Data shown —

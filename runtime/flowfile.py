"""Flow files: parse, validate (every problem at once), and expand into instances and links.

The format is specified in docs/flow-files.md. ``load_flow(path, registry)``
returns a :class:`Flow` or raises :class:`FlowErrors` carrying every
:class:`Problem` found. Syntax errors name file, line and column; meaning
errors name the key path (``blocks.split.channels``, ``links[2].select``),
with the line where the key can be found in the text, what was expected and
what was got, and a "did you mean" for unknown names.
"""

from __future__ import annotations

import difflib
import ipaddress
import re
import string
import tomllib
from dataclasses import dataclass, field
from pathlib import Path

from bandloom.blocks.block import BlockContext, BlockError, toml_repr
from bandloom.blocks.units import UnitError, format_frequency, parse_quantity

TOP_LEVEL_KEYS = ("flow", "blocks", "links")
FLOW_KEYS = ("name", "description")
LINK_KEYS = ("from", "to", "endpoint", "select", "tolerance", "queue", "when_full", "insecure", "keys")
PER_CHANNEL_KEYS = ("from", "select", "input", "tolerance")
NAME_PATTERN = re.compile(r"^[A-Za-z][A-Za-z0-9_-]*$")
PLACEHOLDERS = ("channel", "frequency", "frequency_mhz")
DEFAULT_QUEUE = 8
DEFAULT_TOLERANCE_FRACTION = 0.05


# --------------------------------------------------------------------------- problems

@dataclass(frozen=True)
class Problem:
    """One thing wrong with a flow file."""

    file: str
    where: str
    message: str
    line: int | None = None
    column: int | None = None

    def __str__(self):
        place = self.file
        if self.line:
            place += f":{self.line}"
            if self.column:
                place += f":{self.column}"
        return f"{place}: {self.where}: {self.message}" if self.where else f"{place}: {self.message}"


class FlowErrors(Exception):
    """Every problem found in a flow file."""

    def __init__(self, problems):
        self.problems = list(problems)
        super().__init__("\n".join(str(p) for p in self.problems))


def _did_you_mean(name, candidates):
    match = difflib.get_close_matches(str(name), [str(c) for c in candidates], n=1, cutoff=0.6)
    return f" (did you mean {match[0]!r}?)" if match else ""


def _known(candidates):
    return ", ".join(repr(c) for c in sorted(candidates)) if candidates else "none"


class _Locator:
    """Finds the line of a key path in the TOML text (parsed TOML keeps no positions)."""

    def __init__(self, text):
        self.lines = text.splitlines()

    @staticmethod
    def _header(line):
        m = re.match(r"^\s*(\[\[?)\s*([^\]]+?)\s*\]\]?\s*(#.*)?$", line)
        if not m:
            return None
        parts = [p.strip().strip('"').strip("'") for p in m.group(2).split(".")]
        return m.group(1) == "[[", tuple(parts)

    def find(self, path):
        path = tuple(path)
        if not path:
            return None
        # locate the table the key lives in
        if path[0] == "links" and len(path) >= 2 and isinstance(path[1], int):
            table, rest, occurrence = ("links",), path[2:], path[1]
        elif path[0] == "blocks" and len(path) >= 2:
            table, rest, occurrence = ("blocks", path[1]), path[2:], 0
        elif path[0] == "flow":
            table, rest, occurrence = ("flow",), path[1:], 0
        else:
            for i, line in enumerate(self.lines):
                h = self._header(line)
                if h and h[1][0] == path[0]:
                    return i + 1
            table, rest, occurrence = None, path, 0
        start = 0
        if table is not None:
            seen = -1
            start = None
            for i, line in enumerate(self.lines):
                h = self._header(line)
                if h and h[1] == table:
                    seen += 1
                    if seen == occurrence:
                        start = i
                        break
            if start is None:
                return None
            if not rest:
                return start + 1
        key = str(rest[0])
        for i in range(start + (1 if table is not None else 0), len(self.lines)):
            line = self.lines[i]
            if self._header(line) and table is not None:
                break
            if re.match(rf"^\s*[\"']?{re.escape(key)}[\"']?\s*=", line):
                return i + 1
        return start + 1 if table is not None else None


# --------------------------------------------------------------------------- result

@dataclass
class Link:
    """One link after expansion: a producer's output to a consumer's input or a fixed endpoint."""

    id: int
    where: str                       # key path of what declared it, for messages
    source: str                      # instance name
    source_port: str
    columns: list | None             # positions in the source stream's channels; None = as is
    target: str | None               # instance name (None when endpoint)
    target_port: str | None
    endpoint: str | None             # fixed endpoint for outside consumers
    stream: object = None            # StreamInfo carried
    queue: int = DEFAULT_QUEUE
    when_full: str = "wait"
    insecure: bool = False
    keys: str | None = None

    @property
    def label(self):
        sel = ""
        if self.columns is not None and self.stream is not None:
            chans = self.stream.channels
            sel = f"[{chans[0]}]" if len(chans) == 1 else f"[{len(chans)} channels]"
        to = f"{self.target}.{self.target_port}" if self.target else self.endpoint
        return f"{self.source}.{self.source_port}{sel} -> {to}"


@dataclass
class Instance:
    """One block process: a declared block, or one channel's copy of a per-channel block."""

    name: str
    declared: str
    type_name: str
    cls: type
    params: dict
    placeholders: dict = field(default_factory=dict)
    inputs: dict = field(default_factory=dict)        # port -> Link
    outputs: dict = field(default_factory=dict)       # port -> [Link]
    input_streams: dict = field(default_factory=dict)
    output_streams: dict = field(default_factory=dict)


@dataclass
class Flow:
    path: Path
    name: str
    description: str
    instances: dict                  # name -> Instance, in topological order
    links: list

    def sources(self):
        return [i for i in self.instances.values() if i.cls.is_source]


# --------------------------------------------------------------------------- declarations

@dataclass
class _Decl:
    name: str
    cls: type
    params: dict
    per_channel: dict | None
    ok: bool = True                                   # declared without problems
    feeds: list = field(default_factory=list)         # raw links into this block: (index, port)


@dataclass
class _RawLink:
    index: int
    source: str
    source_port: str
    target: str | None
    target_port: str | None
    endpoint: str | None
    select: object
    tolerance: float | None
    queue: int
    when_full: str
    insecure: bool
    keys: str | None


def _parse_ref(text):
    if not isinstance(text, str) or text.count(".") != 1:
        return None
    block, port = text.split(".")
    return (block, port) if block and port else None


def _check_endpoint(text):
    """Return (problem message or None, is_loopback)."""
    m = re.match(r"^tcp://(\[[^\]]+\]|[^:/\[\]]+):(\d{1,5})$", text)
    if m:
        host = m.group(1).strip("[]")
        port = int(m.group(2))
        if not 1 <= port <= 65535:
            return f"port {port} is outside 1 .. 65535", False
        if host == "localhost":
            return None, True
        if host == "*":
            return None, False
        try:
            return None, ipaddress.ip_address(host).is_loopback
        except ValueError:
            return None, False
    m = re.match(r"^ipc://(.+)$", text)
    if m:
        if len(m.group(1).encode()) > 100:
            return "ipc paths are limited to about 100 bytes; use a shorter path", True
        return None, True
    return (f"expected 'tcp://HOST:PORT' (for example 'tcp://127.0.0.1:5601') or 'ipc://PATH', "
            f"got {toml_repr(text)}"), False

Work instruction —
Starting with the first line above and ending with the line that holds "DEFAULT_TOLERANCE_FRACTION = 0.05", restate each line word for word and add nothing else.

Task result —
filename runtime/flowfile.py
"""Flow files: parse, validate (every problem at once), and expand into instances and links.

The format is specified in docs/flow-files.md. ``load_flow(path, registry)``
returns a :class:`Flow` or raises :class:`FlowErrors` carrying every
:class:`Problem` found. Syntax errors name file, line and column; meaning
errors name the key path (``blocks.split.channels``, ``links[2].select``),
with the line where the key can be found in the text, what was expected and
what was got, and a "did you mean" for unknown names.
"""

from __future__ import annotations

import difflib
import ipaddress
import re
import string
import tomllib
from dataclasses import dataclass, field
from pathlib import Path

from bandloom.blocks.block import BlockContext, BlockError, toml_repr
from bandloom.blocks.units import UnitError, format_frequency, parse_quantity

TOP_LEVEL_KEYS = ("flow", "blocks", "links")
FLOW_KEYS = ("name", "description")
LINK_KEYS = ("from", "to", "endpoint", "select", "tolerance", "queue", "when_full", "insecure", "keys")
PER_CHANNEL_KEYS = ("from", "select", "input", "tolerance")
NAME_PATTERN = re.compile(r"^[A-Za-z][A-Za-z0-9_-]*$")
PLACEHOLDERS = ("channel", "frequency", "frequency_mhz")
DEFAULT_QUEUE = 8
DEFAULT_TOLERANCE_FRACTION = 0.05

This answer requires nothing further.